**Assignment:**
Below this line is a set of entries; quote exactly the lines from the line that contains "query and view." to the line that contains "const res = await fetch(u + path);", both lines included.

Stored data
• • • • • • •

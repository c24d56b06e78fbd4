// campaign.read: the public campaign endpoint of the full app (sessions, helmet, CSRF, validation) with its read
// cache off, against a bare Express + pg handler running the same one-row query and building the same view, under
// 50 connections. Both log each request as `npm start` does (pino-http at its default level, one line per request),
// written to /dev/null so the bench output stays readable. The app with its 3 s read cache is reported beside it.
import type { Server } from 'node:http';
import type { AddressInfo } from 'node:net';
import autocannon from 'autocannon';
import express from 'express';
import pg from 'pg';
import pino from 'pino';
import { pinoHttp } from 'pino-http';
import { loadConfig } from '../../server/config';
import { createApp } from '../../server/app';
import { createDb } from '../../server/db/client';
import { createMailerFromConfig, createStripeFromConfig } from '../../server/deps';
import { seedDemoAccounts } from '../../server/demo/accounts';
import { campaignSeeder } from '../../server/demo/campaign-seed';
import { campaignReadSql, type CampaignReadRow } from '../../server/modules/campaigns/campaign-read.sql';
import { campaignViewOf } from '../../server/modules/campaigns/campaigns.service';
import { median, type Benchmark } from './harness';

const CONNECTIONS = 50;
const ROUNDS = 4;

/** The production logger: `npm start` leaves LOG_LEVEL at the config default; lines go to /dev/null here. */
function productionLogger(level: string) {
  return pino({ level }, pino.destination({ dest: '/dev/null', sync: true }));
}
const DURATION_S = 6;

function listen(app: express.Express): Promise<{ server: Server; url: string }> {
  return new Promise((resolve) => {
    const server = app.listen(0, '127.0.0.1', () => resolve({ server, url: `http://127.0.0.1:${(server.address() as AddressInfo).port}` }));
  });
}

async function load(url: string, seconds = DURATION_S) {
  const r = await autocannon({ url, connections: CONNECTIONS, duration: seconds, pipelining: 1 });
  return { rps: r.requests.average, errors: r.errors + r.timeouts + r.non2xx, p99: r.latency.p99 };
}

export const benchmarks: Benchmark[] = [
  {
    id: 'campaign.read',
    goal: 0.9,
    better: 'higher',
    run: async ({ pgAdminUrl, pgTemplate, log, durability }) => {
      const dbName = `bench_campaign_${process.pid}`;
      const admin = new pg.Client({ connectionString: pgAdminUrl });
      await admin.connect();
      await admin.query(`DROP DATABASE IF EXISTS ${dbName}`);
      await admin.query(`CREATE DATABASE ${dbName} TEMPLATE ${pgTemplate}`);
      const url = pgAdminUrl.replace(/\/[^/]*$/, `/${dbName}`);
      const closers: Array<() => Promise<unknown>> = [];
      try {
        const env = {
          NODE_ENV: 'development', // production refuses the local secrets and fakes
          DATABASE_URL: url,
          PUBLIC_URL: 'http://127.0.0.1:3999',
          STRIPE_API_BASE_URL: 'http://127.0.0.1:9',
        };
        const { db, pool } = createDb(url, { max: 20 });
        pool.on('error', () => undefined); // the final DROP … WITH (FORCE) ends idle connections
        closers.push(() => pool.end());
        const config = loadConfig(env);
        const level = config.LOG_LEVEL; // what npm start runs with: the config default
        const accountIds = await seedDemoAccounts(db);
        await campaignSeeder.run({ db, config, log: () => undefined, accountIds });

        const cached = await listen(
          createApp({
            db,
            pool,
            config,
            logger: productionLogger(level),
            mailer: createMailerFromConfig(config),
            stripe: createStripeFromConfig(config),
          }),
        );
        closers.push(() => new Promise((r) => cached.server.close(r)));
        const uncachedConfig = loadConfig({ ...env, CAMPAIGN_CACHE_MS: '0' });
        const uncached = await listen(
          createApp({
            db,
            pool,
            config: uncachedConfig,
            logger: productionLogger(level),
            mailer: createMailerFromConfig(uncachedConfig),
            stripe: createStripeFromConfig(uncachedConfig),
          }),
        );
        closers.push(() => new Promise((r) => uncached.server.close(r)));

        // The bare side: Express, the same request logging, its own pool of the same size, the same query and view.
        const barePool = new pg.Pool({ connectionString: url, max: 20 });
        barePool.on('error', () => undefined);
        closers.push(() => barePool.end());
        const bareApp = express();
        bareApp.use(
          pinoHttp({
            logger: productionLogger(level),
            serializers: {
              req: (req: { id: unknown; method: string; url: string }) => ({ id: req.id, method: req.method, url: req.url }),
              res: (res: { statusCode: number }) => ({ statusCode: res.statusCode }),
            },
          }),
        );
        bareApp.get('/api/campaigns/:slug', async (req, res) => {
          const r = await barePool.query<{ campaign: CampaignReadRow }>(campaignReadSql, [req.params.slug]);
          if (!r.rows[0]) return void res.status(404).json({ error: 'not found' });
          res.json({ campaign: campaignViewOf(r.rows[0].campaign, new Date()) });
        });
        const bare = await listen(bareApp);
        closers.push(() => new Promise((r) => bare.server.close(r)));

        const path = '/api/campaigns/tern-1';
        const bodies: string[] = [];
        for (const u of [uncached.url, bare.url, cached.url]) {
          const res = await fetch(u + path);
          if (res.status !== 200) throw new Error(`${u}${path} answered ${res.status}`);
          const body = (await res.json()) as { campaign: Record<string, unknown> & { progress: Record<string, unknown> } };
          delete body.campaign.progress.asOf;
          delete body.campaign.progress.secondsLeft;
          bodies.push(JSON.stringify(body));
          await load(u + path, 1); // warm-up
        }
        if (bodies[0] !== bodies[1]) throw new Error('the bare handler answers a different view');
        // Alternating rounds (uncached app and bare in ABBA order, then the cached app), so load drifts on the shared
        // machine hit all sides alike; the ratio is the median of the per-round ratios.
        const ratios: number[] = [];
        const n: Awaited<ReturnType<typeof load>>[] = [],
          b: Awaited<ReturnType<typeof load>>[] = [],
          o: Awaited<ReturnType<typeof load>>[] = [];
        for (let k = 0; k < ROUNDS; k++) {
          // ABBA: the uncached app goes first in even rounds and second in odd ones.
          if (k % 2 === 0) {
            n.push(await load(uncached.url + path));
            b.push(await load(bare.url + path));
          } else {
            b.push(await load(bare.url + path));
            n.push(await load(uncached.url + path));
          }
          o.push(await load(cached.url + path));
          ratios.push(n[k]!.rps / b[k]!.rps);
          log(
            `round ${k + 1}: uncached ${n[k]!.rps.toFixed(0)} req/s (p99 ${n[k]!.p99} ms), bare ${b[k]!.rps.toFixed(0)} (p99 ${b[k]!.p99} ms), cached ${o[k]!.rps.toFixed(0)} (p99 ${o[k]!.p99} ms)`,
          );
        }
        const errors = [...n, ...b, ...o].reduce((sum, x) => sum + x.errors, 0);
        if (errors > 0) throw new Error(`${errors} errors under load`);
        const rps = (xs: { rps: number }[]) => median(xs.map((x) => x.rps));
        return {
          ratio: median(ratios),
          detail: `${CONNECTIONS} conns × ${DURATION_S} s × ${ROUNDS} alternating rounds, request logs on (level ${level}) both sides: uncached app ${rps(n).toFixed(0)} rps vs bare Express+pg+same view ${rps(b).toFixed(0)} rps; with the 3 s read cache ${rps(o).toFixed(0)} rps (${median(o.map((x, k) => x.rps / b[k]!.rps)).toFixed(2)}×); 0 errors; ${durability}`,
        };
      } finally {
        for (const c of closers.reverse()) await c().catch(() => undefined);
        await admin.query(`DROP DATABASE IF EXISTS ${dbName} WITH (FORCE)`).catch(() => undefined);
        await admin.end();
      }
    },
  },
];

• • • • • • •

**Response:**
        // The bare side: Express, the same request logging, its own pool of the same size, the same query and view.
        const barePool = new pg.Pool({ connectionString: url, max: 20 });
        barePool.on('error', () => undefined);
        closers.push(() => barePool.end());
        const bareApp = express();
        bareApp.use(
          pinoHttp({
            logger: productionLogger(level),
            serializers: {
              req: (req: { id: unknown; method: string; url: string }) => ({ id: req.id, method: req.method, url: req.url }),
              res: (res: { statusCode: number }) => ({ statusCode: res.statusCode }),
            },
          }),
        );
        bareApp.get('/api/campaigns/:slug', async (req, res) => {
          const r = await barePool.query<{ campaign: CampaignReadRow }>(campaignReadSql, [req.params.slug]);
          if (!r.rows[0]) return void res.status(404).json({ error: 'not found' });
          res.json({ campaign: campaignViewOf(r.rows[0].campaign, new Date()) });
        });
        const bare = await listen(bareApp);
        closers.push(() => new Promise((r) => bare.server.close(r)));

        const path = '/api/campaigns/tern-1';
        const bodies: string[] = [];
        for (const u of [uncached.url, bare.url, cached.url]) {
          const res = await fetch(u + path);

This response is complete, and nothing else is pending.